Aim of the task – For each line in the data below that has the word "ToString", copy that line.

The data –
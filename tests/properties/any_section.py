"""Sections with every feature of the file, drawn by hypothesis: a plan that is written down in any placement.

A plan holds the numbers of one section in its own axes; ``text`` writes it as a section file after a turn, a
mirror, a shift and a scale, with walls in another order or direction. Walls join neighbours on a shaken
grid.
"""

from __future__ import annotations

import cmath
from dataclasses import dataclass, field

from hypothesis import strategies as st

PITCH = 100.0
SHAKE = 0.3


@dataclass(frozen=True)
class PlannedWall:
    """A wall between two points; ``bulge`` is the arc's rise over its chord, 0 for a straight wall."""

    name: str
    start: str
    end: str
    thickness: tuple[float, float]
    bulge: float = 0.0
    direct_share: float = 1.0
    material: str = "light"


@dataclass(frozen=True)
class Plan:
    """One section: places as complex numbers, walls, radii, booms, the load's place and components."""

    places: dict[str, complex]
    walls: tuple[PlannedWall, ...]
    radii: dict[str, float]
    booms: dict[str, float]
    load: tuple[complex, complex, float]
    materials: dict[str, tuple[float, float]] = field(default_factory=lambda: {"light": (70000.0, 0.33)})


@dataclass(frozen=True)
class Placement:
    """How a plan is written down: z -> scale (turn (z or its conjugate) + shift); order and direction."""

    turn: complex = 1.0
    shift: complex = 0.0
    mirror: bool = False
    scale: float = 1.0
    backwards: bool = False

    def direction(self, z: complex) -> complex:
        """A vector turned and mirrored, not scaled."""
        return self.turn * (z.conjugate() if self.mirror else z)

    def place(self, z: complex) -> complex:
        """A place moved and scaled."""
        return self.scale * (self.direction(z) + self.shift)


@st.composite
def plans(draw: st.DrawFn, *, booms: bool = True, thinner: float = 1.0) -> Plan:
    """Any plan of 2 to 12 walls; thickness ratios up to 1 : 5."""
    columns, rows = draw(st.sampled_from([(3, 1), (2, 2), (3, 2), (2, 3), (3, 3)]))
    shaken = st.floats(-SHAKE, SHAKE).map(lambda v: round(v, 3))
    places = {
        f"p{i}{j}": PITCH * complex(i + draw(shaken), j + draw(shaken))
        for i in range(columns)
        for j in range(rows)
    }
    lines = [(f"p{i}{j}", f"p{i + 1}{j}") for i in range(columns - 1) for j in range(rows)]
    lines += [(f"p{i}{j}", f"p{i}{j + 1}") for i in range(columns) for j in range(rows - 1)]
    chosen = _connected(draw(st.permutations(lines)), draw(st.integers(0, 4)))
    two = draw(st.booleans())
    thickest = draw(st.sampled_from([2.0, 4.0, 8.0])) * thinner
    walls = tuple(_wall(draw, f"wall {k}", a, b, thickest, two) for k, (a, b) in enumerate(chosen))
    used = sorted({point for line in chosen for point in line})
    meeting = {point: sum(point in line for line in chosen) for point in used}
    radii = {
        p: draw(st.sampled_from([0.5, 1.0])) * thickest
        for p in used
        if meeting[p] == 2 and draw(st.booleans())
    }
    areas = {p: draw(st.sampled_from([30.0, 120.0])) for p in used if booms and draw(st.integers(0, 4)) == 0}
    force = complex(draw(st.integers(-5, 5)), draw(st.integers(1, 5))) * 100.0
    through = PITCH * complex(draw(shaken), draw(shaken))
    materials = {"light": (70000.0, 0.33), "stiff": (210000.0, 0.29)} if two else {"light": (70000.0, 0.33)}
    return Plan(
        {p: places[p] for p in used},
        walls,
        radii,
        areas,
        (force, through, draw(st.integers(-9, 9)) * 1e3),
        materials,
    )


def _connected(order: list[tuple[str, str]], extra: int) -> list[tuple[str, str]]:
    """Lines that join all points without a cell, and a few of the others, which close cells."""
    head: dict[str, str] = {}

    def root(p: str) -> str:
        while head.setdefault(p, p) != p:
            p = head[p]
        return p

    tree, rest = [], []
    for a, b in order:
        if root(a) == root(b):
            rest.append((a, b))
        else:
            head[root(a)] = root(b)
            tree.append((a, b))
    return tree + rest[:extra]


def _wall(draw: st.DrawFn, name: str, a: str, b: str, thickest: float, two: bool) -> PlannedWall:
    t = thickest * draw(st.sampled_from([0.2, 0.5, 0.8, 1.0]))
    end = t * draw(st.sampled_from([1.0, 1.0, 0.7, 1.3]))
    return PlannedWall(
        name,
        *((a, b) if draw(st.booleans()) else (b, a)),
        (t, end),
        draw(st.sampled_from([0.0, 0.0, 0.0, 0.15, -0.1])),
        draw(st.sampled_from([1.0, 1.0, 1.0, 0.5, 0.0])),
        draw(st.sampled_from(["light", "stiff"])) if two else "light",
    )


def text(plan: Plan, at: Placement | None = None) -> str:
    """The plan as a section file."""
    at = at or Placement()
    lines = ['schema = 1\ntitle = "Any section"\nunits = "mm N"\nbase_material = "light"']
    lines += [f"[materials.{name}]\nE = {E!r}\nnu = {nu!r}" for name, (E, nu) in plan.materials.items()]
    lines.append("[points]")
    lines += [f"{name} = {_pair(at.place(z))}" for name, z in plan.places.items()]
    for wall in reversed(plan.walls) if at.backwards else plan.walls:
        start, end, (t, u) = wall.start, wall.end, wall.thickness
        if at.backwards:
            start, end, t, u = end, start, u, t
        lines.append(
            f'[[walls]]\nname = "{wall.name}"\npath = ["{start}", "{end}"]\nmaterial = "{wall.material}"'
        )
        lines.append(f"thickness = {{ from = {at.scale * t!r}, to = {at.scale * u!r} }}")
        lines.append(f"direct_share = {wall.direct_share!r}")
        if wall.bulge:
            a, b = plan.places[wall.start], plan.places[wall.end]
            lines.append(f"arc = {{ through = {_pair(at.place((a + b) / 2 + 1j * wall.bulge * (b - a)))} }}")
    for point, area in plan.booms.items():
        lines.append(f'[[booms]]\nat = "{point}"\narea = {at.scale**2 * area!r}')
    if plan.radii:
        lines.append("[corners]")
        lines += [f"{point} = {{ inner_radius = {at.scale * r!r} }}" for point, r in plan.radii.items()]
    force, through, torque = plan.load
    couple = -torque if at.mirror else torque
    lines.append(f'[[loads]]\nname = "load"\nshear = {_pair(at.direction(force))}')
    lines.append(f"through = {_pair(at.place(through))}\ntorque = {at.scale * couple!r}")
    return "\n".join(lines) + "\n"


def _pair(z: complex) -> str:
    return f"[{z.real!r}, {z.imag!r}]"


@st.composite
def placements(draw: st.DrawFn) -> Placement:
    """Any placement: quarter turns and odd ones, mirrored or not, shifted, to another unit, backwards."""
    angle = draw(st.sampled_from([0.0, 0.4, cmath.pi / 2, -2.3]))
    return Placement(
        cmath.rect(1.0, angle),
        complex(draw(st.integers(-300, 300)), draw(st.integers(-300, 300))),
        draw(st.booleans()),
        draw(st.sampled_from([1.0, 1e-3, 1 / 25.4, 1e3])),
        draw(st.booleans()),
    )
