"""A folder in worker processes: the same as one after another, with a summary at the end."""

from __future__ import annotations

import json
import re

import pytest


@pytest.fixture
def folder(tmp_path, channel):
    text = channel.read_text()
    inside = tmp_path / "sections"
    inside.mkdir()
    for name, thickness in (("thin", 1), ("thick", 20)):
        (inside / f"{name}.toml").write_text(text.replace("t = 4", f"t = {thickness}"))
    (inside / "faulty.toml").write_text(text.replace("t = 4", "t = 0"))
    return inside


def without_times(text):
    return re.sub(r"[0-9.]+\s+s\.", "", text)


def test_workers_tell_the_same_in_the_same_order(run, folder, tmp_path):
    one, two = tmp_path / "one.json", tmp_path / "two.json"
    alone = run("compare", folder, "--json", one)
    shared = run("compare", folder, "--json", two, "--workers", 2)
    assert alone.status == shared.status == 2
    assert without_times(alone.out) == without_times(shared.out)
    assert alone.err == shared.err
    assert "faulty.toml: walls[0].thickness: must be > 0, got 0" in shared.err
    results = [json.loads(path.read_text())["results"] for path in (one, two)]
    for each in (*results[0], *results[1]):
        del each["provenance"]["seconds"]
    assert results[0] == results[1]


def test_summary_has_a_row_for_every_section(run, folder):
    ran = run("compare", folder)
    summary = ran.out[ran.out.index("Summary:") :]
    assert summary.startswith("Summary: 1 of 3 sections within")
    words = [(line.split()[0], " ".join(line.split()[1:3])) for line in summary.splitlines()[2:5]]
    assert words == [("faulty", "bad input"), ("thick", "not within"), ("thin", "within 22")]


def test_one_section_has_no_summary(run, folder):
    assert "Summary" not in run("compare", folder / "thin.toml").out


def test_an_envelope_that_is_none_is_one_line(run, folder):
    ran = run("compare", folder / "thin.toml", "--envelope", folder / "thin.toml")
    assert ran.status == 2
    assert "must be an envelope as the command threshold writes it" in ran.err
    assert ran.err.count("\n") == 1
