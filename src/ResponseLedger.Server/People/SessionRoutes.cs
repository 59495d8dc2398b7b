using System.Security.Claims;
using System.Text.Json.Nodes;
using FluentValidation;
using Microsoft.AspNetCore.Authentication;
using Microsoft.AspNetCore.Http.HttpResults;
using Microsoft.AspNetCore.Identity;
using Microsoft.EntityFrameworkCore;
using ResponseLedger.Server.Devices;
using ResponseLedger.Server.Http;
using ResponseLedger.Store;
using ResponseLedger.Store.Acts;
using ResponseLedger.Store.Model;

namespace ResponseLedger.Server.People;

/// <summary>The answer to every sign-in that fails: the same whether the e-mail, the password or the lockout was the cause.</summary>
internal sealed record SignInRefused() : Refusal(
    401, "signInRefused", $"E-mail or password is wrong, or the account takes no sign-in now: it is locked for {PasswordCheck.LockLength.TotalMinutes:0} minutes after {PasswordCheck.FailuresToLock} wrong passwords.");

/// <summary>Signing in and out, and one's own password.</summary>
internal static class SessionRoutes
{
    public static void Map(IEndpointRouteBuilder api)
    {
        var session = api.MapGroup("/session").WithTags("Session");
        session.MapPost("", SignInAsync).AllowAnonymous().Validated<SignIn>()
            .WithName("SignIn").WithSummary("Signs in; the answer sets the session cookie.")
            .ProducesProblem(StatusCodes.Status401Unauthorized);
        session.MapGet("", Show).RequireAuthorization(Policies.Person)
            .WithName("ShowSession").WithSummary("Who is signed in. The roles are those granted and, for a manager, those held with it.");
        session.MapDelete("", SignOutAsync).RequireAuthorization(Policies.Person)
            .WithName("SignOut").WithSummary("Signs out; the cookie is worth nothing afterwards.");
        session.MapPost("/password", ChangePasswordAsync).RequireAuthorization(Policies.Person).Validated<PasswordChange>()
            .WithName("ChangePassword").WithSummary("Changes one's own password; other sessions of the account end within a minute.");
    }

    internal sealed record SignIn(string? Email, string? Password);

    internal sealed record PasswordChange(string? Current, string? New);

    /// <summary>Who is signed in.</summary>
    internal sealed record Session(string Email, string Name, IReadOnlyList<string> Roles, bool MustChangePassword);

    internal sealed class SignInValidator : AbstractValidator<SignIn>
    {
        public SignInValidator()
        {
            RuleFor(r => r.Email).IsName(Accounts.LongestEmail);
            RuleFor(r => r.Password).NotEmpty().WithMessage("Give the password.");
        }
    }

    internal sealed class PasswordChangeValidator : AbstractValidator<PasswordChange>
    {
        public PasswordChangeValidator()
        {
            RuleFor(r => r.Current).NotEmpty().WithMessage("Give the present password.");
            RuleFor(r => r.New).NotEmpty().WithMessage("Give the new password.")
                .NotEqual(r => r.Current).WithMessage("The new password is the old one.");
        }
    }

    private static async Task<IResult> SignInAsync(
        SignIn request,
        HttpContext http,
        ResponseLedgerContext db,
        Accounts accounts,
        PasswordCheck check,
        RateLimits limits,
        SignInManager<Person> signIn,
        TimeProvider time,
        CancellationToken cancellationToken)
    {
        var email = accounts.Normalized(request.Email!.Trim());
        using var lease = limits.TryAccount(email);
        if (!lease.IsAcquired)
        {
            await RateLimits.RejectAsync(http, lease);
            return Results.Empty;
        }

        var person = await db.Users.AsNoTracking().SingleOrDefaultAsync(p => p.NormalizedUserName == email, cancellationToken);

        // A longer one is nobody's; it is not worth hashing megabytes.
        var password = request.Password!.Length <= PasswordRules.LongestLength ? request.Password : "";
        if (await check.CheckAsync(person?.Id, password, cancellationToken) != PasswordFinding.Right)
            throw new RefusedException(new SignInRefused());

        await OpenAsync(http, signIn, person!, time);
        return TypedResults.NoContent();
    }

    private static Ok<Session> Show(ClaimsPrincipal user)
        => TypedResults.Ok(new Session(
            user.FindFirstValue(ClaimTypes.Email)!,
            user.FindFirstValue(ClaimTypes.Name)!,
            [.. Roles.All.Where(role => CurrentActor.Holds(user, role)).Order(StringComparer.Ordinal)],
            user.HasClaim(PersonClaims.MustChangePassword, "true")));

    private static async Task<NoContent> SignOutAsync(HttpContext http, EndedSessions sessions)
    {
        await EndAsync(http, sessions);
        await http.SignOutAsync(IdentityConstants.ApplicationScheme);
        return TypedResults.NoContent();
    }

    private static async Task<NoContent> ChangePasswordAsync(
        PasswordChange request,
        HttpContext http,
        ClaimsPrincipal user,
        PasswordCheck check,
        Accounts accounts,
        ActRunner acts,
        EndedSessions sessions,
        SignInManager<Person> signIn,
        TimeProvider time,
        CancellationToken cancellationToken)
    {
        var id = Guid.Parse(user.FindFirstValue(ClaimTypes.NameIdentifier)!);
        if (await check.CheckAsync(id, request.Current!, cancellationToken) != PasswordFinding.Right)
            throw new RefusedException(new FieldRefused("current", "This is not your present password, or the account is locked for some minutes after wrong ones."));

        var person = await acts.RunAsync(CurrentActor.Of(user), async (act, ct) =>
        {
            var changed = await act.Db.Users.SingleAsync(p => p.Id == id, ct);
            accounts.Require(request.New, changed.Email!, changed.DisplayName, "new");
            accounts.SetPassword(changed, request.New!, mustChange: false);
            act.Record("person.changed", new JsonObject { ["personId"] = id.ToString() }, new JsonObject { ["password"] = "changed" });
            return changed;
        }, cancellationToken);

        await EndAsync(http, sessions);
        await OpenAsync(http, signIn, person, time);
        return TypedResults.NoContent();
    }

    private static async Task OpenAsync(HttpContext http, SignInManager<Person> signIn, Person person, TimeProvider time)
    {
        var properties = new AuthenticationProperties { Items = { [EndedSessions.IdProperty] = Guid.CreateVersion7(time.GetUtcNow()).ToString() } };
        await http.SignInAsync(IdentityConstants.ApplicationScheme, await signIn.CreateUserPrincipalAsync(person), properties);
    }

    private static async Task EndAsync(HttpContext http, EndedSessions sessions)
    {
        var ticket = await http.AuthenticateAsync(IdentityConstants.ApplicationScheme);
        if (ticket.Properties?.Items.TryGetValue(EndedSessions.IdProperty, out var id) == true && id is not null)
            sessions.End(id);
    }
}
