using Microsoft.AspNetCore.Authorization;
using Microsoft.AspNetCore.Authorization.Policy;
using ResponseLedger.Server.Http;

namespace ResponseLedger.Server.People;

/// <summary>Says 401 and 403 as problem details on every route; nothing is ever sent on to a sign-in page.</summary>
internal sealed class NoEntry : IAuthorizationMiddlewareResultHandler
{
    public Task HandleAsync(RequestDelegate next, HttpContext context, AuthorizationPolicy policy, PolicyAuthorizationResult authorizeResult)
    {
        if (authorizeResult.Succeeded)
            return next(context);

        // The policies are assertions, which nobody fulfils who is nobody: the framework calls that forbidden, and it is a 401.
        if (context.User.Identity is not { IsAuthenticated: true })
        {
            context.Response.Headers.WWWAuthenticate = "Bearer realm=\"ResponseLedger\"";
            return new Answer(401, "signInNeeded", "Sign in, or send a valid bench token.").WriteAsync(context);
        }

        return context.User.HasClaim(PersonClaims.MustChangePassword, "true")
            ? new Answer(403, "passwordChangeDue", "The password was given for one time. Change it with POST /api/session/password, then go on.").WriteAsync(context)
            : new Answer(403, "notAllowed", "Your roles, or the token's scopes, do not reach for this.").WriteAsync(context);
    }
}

Task answer –
            act.Record("person.changed", new JsonObject { ["personId"] = id.ToString() }, new JsonObject { ["password"] = "changed" });
        var properties = new AuthenticationProperties { Items = { [EndedSessions.IdProperty] = Guid.CreateVersion7(time.GetUtcNow()).ToString() } };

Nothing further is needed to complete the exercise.